* **What is required**: In the material below, which lines hold the word "messageDtos"? Pick each one out.
--- Provided material Enclosed Below ---
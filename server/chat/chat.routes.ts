import { Router, type Request, type RequestHandler } from 'express';
import {
  editMessageSchema,
  historyQuerySchema,
  messageParamsSchema,
  postMessageSchema,
  roomParamsSchema,
} from '@shared/schemas/chat';
import { swapParamsSchema } from '@shared/schemas/live';
import { route } from '../http/route';
import { currentUser, requireUser } from '../auth/require-user';
import { photoUploadMiddleware, receivedFiles } from '../uploads/photo-pipeline';
import type { AppDeps } from '../deps';
import { authorizeRoom } from './chat.policy';
import { roomDto, swapRoom } from './chat-rooms.service';
import * as chat from './chat.service';

/** Chat: rooms, history and messages over REST; the live part broadcasts every change to the room. */
export function chatRouter(deps: AppDeps) {
  const router = Router();
  const inRoom = (req: Request, { params }: { params: { roomId: number } }) =>
    authorizeRoom(deps, currentUser(req).id, params.roomId);
  const upload = photoUploadMiddleware();
  // A message with photos comes as multipart/form-data (field `photos`, caption in `body`); text alone as JSON.
  const photosIfAny: RequestHandler = (req, res, next) => (req.is('multipart/form-data') ? upload(req, res, next) : next());

  router.get(
    '/chat/rooms/:roomId',
    requireUser,
    route({ params: roomParamsSchema, authorize: inRoom }, async ({ access }, req, res) => {
      res.json(roomDto(access, currentUser(req).id));
    }),
  );

  router.get(
    '/chat/rooms/:roomId/messages',
    requireUser,
    route({ params: roomParamsSchema, query: historyQuerySchema, authorize: inRoom }, async ({ params, query }, _req, res) => {
      res.json(await chat.history(deps, params.roomId, query));
    }),
  );

  // The room is checked before any photo is received.
  router.post(
    '/chat/rooms/:roomId/messages',
    requireUser,
    route(
      { params: roomParamsSchema, authorize: inRoom, receive: photosIfAny, body: postMessageSchema },
      async ({ body, access }, req, res) => {
        res
          .status(201)
          .json(await chat.postMessage(deps, access, currentUser(req), { body: body.body, files: receivedFiles(req) }));
      },
    ),
  );

  router.patch(
    '/chat/messages/:messageId',
    requireUser,
    route({ params: messageParamsSchema, body: editMessageSchema }, async ({ params, body }, req, res) => {
      res.json(await chat.editMessage(deps, currentUser(req).id, params.messageId, body.body));
    }),
  );

  router.delete(
    '/chat/messages/:messageId',
    requireUser,
    route({ params: messageParamsSchema }, async ({ params }, req, res) => {
      res.json(await chat.deleteMessage(deps, currentUser(req).id, params.messageId));
    }),
  );

  router.get(
    '/swaps/:swapId/chat',
    requireUser,
    route({ params: swapParamsSchema }, async ({ params }, req, res) => {
      res.json(await swapRoom(deps, currentUser(req).id, params.swapId));
    }),
  );

  return router;
}
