import {
  CHAT_PHOTOS_MAX,
  CHAT_RATE_LIMIT,
  CHAT_RATE_WINDOW_MS,
  type ChatMessageDto,
  type ChatPageDto,
  type HistoryQuery,
} from '@shared/schemas/chat';
import { ChatMessage, Photo } from '../db/models';
import { AppError, ConflictError, ForbiddenError, NotFoundError, ValidationError } from '../http/errors';
import { commitStagedPhotos, deletePhotos, discardStaged, preparePhotosQueued, stagePhotos } from '../uploads/photo-store';
import type { IncomingPhotoFile } from '../uploads/photo-pipeline';
import type { AppDeps } from '../deps';
import { authorInclude, messageDto, messageRowDto, photoDto, type MessageRow } from './chat-dto';
import { preparedPoolQuery, transactionQuery, tripStatement } from '../db/prepared';
import { oneTripTransaction } from '../db/one-trip';
import { HISTORY_PAGE, LOCK_SENDER, POST_WITHIN_LIMIT } from './chat.queries';
import { authorizeRoom, type RoomAccess } from './chat.policy';

type ChatDeps = Pick<AppDeps, 'events' | 'sequelize' | 'pool' | 'config'>;

/** What POST_WITHIN_LIMIT answers: the new message's id, or null and when the oldest counted one was sent. */
interface PostedRow {
  id: number | null;
  oldestRecent: Date | string | null;
}

const FOREIGN_KEY_VIOLATION = '23503';

export class RateLimitedError extends AppError {
  constructor(
    readonly retryAfterSeconds: number,
    what: 'sending' | 'editing' = 'sending',
  ) {
    const wait = `Wait ${retryAfterSeconds} second${retryAfterSeconds === 1 ? '' : 's'}`;
    super(
      429,
      'rate_limited',
      what === 'sending'
        ? `You are sending messages faster than the room allows (${CHAT_RATE_LIMIT} in ${CHAT_RATE_WINDOW_MS / 1000} seconds). ` +
            `${wait} and send it again; your message is still in the box.`
        : `You are editing messages faster than the room allows (${CHAT_RATE_LIMIT} in ${CHAT_RATE_WINDOW_MS / 1000} seconds). ` +
            `${wait} and save it again; your change is still in the box.`,
      { retryAfterSeconds: String(retryAfterSeconds) },
    );
  }
}

/** A page of a room's history, newest first; `before` is the id of the oldest message already shown. */
export async function history(deps: Pick<AppDeps, 'pool'>, roomId: number, query: HistoryQuery): Promise<ChatPageDto> {
  // One more than the page, to know whether an older page follows.
  const bind = { roomId, limit: query.limit + 1, ...(query.before ? { before: query.before } : {}) };
  const rows = await preparedPoolQuery<MessageRow>(deps.pool, HISTORY_PAGE[query.before ? 'before' : 'newest'], bind);
  const more = rows.length > query.limit;
  const page = more ? rows.slice(0, query.limit) : rows;
  return { messages: page.map(messageRowDto), nextCursor: more ? page.at(-1)!.id : null };
}

/**
 * Posts a message (text, photos, or both). The per-person rate limit is counted in PostgreSQL under
 * an advisory lock, so it holds across every app node and two quick posts cannot both slip through.
 */
export async function postMessage(
  deps: ChatDeps,
  access: RoomAccess,
  author: { id: number; displayName: string },
  input: { body: string; files?: readonly IncomingPhotoFile[] },
): Promise<ChatMessageDto> {
  const authorId = author.id;
  const files = input.files ?? [];
  if (!access.canPost) throw new ForbiddenError('Your role in this guild does not allow posting here.');
  if (!input.body && files.length === 0)
    throw new ValidationError('Write a message or add a photo first.', { body: 'Write a message or add a photo first.' });
  if (files.length > CHAT_PHOTOS_MAX)
    throw new ValidationError(`Send at most ${CHAT_PHOTOS_MAX} photos in one message.`, {
      photos: `At most ${CHAT_PHOTOS_MAX} photos.`,
    });
  const { room } = access;
  // Photos are re-encoded (in the bounded queue) and written before the transaction and its lock.
  const staged = files.length ? await stagePhotos(deps, await preparePhotosQueued(deps, files)) : [];
  const at = new Date();
  const post = {
    roomId: room.id,
    authorId,
    body: input.body,
    at,
    since: new Date(at.getTime() - CHAT_RATE_WINDOW_MS),
    limit: CHAT_RATE_LIMIT,
  };
  const refusedOrPosted = (row: PostedRow | undefined): number => {
    if (!row) throw new Error('the message was neither written nor refused');
    if (row.id !== null) return row.id;
    const freeAt = new Date(row.oldestRecent!).getTime() + CHAT_RATE_WINDOW_MS;
    throw new RateLimitedError(Math.max(1, Math.ceil((freeAt - Date.now()) / 1000)));
  };
  const message = await (
    staged.length
      ? deps.sequelize.transaction(async (transaction) => {
          await transactionQuery(transaction, LOCK_SENDER, { authorId });
          const [row] = await transactionQuery<PostedRow>(transaction, POST_WITHIN_LIMIT, post);
          const id = refusedOrPosted(row);
          const photos = await commitStagedPhotos(deps, {
            staged,
            guildId: room.guildId,
            uploadedBy: authorId,
            owner: { chatMessageId: id },
            transaction,
          });
          return { id, photos };
        })
      : // Text alone, the most of a sew day's messages: the lock and the write in one round trip.
        oneTripTransaction(deps.pool, [tripStatement(LOCK_SENDER, { authorId }), tripStatement(POST_WITHIN_LIMIT, post)]).then(
          (answered) => ({ id: refusedOrPosted(answered[1]![0] as PostedRow | undefined), photos: [] as Photo[] }),
        )
  ).catch(async (error: unknown) => {
    await discardStaged(deps, staged);
    // pg's own error, or Sequelize's around it.
    const { code, parent } = error as { code?: string; parent?: { code?: string } };
    if ((code ?? parent?.code) === FOREIGN_KEY_VIOLATION)
      throw new NotFoundError('This chat room was removed; the message was not sent.');
    throw error;
  });
  // Built from what was just written: a new message needs no second read.
  const dto: ChatMessageDto = {
    id: message.id,
    roomId: room.id,
    author: { id: authorId, displayName: author.displayName },
    body: input.body,
    photos: message.photos.map(photoDto),
    createdAt: at.toISOString(),
    editedAt: null,
    removed: null,
  };
  deps.events.emit('chat.posted', { guildId: room.guildId, roomId: room.id, actorId: authorId, message: dto });
  return dto;
}

async function loadMessage(messageId: number) {
  const message = await ChatMessage.findByPk(messageId, { include: authorInclude });
  if (!message) throw new NotFoundError('That message does not exist.');
  return message;
}

/**
 * Only the author edits, and only a message still standing. Every edit is broadcast, so edits are
 * rate limited like new messages (counted in PostgreSQL under the author's lock, on every node).
 */
export async function editMessage(deps: ChatDeps, userId: number, messageId: number, body: string): Promise<ChatMessageDto> {
  const message = await loadMessage(messageId);
  const access = await authorizeRoom(deps, userId, message.roomId, 'That message does not exist.');
  if (message.authorId !== userId) throw new ForbiddenError('You can edit only your own messages.');
  if (message.deletedAt) throw new ConflictError('That message was deleted, so it cannot be edited.', 'message_deleted');
  await deps.sequelize.transaction(async (transaction) => {
    await deps.sequelize.query('SELECT pg_advisory_xact_lock(7314006, $userId)', { bind: { userId }, transaction });
    const since = new Date(Date.now() - CHAT_RATE_WINDOW_MS);
    await deps.sequelize.query('DELETE FROM chat_edits WHERE author_id = $userId AND created_at <= $since', {
      bind: { userId, since },
      transaction,
    });
    const [recent] = (await deps.sequelize.query(
      'SELECT created_at FROM chat_edits WHERE author_id = $userId ORDER BY created_at',
      {
        bind: { userId },
        transaction,
      },
    )) as [{ created_at: Date }[], unknown];
    if (recent.length >= CHAT_RATE_LIMIT) {
      const freeAt = new Date(recent[recent.length - CHAT_RATE_LIMIT]!.created_at).getTime() + CHAT_RATE_WINDOW_MS;
      throw new RateLimitedError(Math.max(1, Math.ceil((freeAt - Date.now()) / 1000)), 'editing');
    }
    await deps.sequelize.query('INSERT INTO chat_edits (author_id, message_id) VALUES ($userId, $messageId)', {
      bind: { userId, messageId },
      transaction,
    });
    await message.update({ body, editedAt: new Date() }, { transaction });
  });
  const dto = await messageDto(message);
  deps.events.emit('chat.changed', {
    guildId: access.room.guildId,
    roomId: message.roomId,
    actorId: userId,
    change: 'edited',
    message: dto,
  });
  return dto;
}

/**
 * The author deletes their own message; a moderator (guild admin) removes anyone's. Either way the
 * text and photos go and the line stays, saying who took it down.
 */
export async function deleteMessage(deps: ChatDeps, userId: number, messageId: number): Promise<ChatMessageDto> {
  const message = await loadMessage(messageId);
  const access = await authorizeRoom(deps, userId, message.roomId, 'That message does not exist.');
  const own = message.authorId === userId;
  if (!own && !access.canModerate)
    throw new ForbiddenError('You can delete only your own messages; a guild admin can remove others.');
  if (message.deletedAt) throw new ConflictError('That message was already taken down.', 'message_deleted');
  await deps.sequelize.transaction(async (transaction) => {
    await message.update({ body: '', deletedAt: new Date(), deletedById: userId }, { transaction });
    const photos = await Photo.findAll({ where: { chatMessageId: message.id }, transaction });
    await deletePhotos(deps, photos, transaction);
  });
  const dto = await messageDto(message);
  deps.events.emit('chat.changed', {
    guildId: access.room.guildId,
    roomId: message.roomId,
    actorId: userId,
    change: own ? 'deleted' : 'removed',
    message: dto,
  });
  return dto;
}
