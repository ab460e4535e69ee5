import { Router, type RequestHandler } from 'express';
import type { z } from 'zod';
import { editMessageSchema, historyQuerySchema, messageParamsSchema, postMessageSchema, roomParamsSchema, type HistoryQuery } from '@shared/schemas/chat';
import { swapParamsSchema } from '@shared/schemas/live';
import { validate } from '../http/validate';
import { currentUser, requireUser } from '../auth/require-user';
import { photoUploadMiddleware, receivedFiles } from '../uploads/photo-pipeline';
import type { AppDeps } from '../deps';
import { authorizeRoom, type RoomAccess } from './chat.policy';
import { roomDto, swapRoom } from './chat-rooms.service';
import * as chat from './chat.service';

type RoomParams = z.infer<typeof roomParamsSchema>;
type MessageParams = z.infer<typeof messageParamsSchema>;

/** Chat: rooms, history and messages over REST; the live part broadcasts every change to the room. */
export function chatRouter(deps: AppDeps) {
  const router = Router();
  const upload = photoUploadMiddleware();
  // A message with photos comes as multipart/form-data (field `photos`, caption in `body`); text alone as JSON.
  const photosIfAny: RequestHandler = (req, res, next) => (req.is('multipart/form-data') ? upload(req, res, next) : next());

  router.get('/chat/rooms/:roomId', requireUser, validate({ params: roomParamsSchema }), async (req, res) => {
    const { roomId } = req.params as unknown as RoomParams;
    const userId = currentUser(req).id;
    res.json(await roomDto(await authorizeRoom(userId, roomId), userId));
  });

  router.get('/chat/rooms/:roomId/messages', requireUser, validate({ params: roomParamsSchema, query: historyQuerySchema }), async (req, res) => {
    const { roomId } = req.params as unknown as RoomParams;
    await authorizeRoom(currentUser(req).id, roomId);
    res.json(await chat.history(roomId, req.query as unknown as HistoryQuery));
  });

  router.post(
    '/chat/rooms/:roomId/messages',
    requireUser,
    validate({ params: roomParamsSchema }),
    // The room is checked before any photo is received.
    async (req, res, next) => {
      res.locals.roomAccess = await authorizeRoom(currentUser(req).id, (req.params as unknown as RoomParams).roomId);
      next();
    },
    photosIfAny,
    validate({ body: postMessageSchema }),
    async (req, res) => {
      const access = res.locals.roomAccess as RoomAccess;
      res.status(201).json(await chat.postMessage(deps, access, currentUser(req), { body: req.body.body, files: receivedFiles(req) }));
    },
  );

  router.patch('/chat/messages/:messageId', requireUser, validate({ params: messageParamsSchema, body: editMessageSchema }), async (req, res) => {
    const { messageId } = req.params as unknown as MessageParams;
    res.json(await chat.editMessage(deps, currentUser(req).id, messageId, req.body.body));
  });

  router.delete('/chat/messages/:messageId', requireUser, validate({ params: messageParamsSchema }), async (req, res) => {
    const { messageId } = req.params as unknown as MessageParams;
    res.json(await chat.deleteMessage(deps, currentUser(req).id, messageId));
  });

  router.get('/swaps/:swapId/chat', requireUser, validate({ params: swapParamsSchema }), async (req, res) => {
    const { swapId } = req.params as unknown as z.infer<typeof swapParamsSchema>;
    res.json(await swapRoom(currentUser(req).id, swapId));
  });

  return router;
}
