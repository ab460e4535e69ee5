import type { ChatMessageDto, ChatPhotoDto } from '@shared/schemas/chat';
import { type ChatMessage, Photo, User } from '../db/models';

export const authorInclude = [{ model: User, as: 'author', attributes: ['id', 'displayName'] }];

export function photoDto(photo: Photo): ChatPhotoDto {
  return {
    id: photo.id,
    url: `/api/photos/${photo.id}`,
    thumbnailUrl: `/api/photos/${photo.id}?size=thumb`,
    width: photo.width,
    height: photo.height,
  };
}

/** Messages as the client sees them: a removed message keeps its place but loses its text and photos. */
export async function messageDtos(messages: ChatMessage[]): Promise<ChatMessageDto[]> {
  const live = messages.filter((m) => !m.deletedAt).map((m) => m.id);
  const photos = live.length ? await Photo.findAll({ where: { chatMessageId: live }, order: [['id', 'ASC']] }) : [];
  return messages.map((m) => ({
    id: m.id,
    roomId: m.roomId,
    author: { id: m.authorId, displayName: m.author?.displayName ?? 'Former member' },
    body: m.deletedAt ? '' : m.body,
    photos: m.deletedAt ? [] : photos.filter((p) => p.chatMessageId === m.id).map(photoDto),
    createdAt: m.createdAt.toISOString(),
    editedAt: m.editedAt?.toISOString() ?? null,
    removed: !m.deletedAt ? null : m.deletedById === m.authorId ? 'author' : 'moderator',
  }));
}

export async function messageDto(message: ChatMessage): Promise<ChatMessageDto> {
  if (!message.author) await message.reload({ include: authorInclude });
  const [dto] = await messageDtos([message]);
  return dto!;
}
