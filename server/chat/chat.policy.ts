import type { Role } from '@shared/schemas/guilds';
import { ChatRoom } from '../db/models';
import { NotFoundError } from '../http/errors';
import { assertGuildRole, can } from '../guilds/guilds.policy';
import { buildFromRow } from '../db/model-columns';
import { preparedPoolQuery } from '../db/prepared';
import type { AppDeps } from '../deps';
import { roomWithAccess } from './chat.queries';

export interface RoomAccess {
  room: ChatRoom;
  role: Role;
  /** the sew day's or swap's title, as the room is headed */
  title: string;
  canPost: boolean;
  canModerate: boolean;
}

/** A row of `roomWithAccess`: the room's columns, then what deciding access needs. */
type RoomRow = Record<string, unknown> & {
  viewerRole: Role | null;
  sewDayTitle: string | null;
  swapTitle: string | null;
  swapState: string | null;
};

/** What a room is headed: its sew day's or swap's title. */
export function roomTitle(kind: ChatRoom['kind'], title: string | null): string {
  if (kind === 'sewday') return title ?? 'Sew day';
  if (kind === 'swap') return title ?? 'Swap';
  return 'Chat';
}

/** What a role may do in a room. */
export const roomRights = (role: Role) => ({ canPost: can(role, 'chat:post'), canModerate: can(role, 'chat:moderate') });

/**
 * Any active member of the room's guild may read and post; admins also moderate. A swap's room
 * follows the swap's own visibility (a draft is for its officers only), and a hidden swap behind a room
 * reads as a missing room (or message), never as a swap. One statement (`roomWithAccess`).
 */
export async function authorizeRoom(
  deps: Pick<AppDeps, 'pool'>,
  userId: number,
  roomId: number,
  missing = 'That chat room does not exist.',
): Promise<RoomAccess> {
  const [row] = await preparedPoolQuery<RoomRow>(deps.pool, roomWithAccess(), { roomId, userId });
  if (!row) throw new NotFoundError('That chat room does not exist.');
  const { viewerRole, sewDayTitle, swapTitle, swapState, ...values } = row;
  const room = buildFromRow(ChatRoom, values);
  const role = assertGuildRole(viewerRole, 'guild:read', missing);
  if (room.kind === 'swap' && (swapState === null || (swapState === 'draft' && !can(role, 'swaps:manage')))) {
    throw new NotFoundError(missing);
  }
  const title = roomTitle(room.kind, room.kind === 'swap' ? swapTitle : sewDayTitle);
  return { room, role, title, ...roomRights(role) };
}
--- End of Enclosed Provided material ---
* **Task solution**:
export async function messageDtos(messages: ChatMessage[]): Promise<ChatMessageDto[]> {
  const [dto] = await messageDtos([message]);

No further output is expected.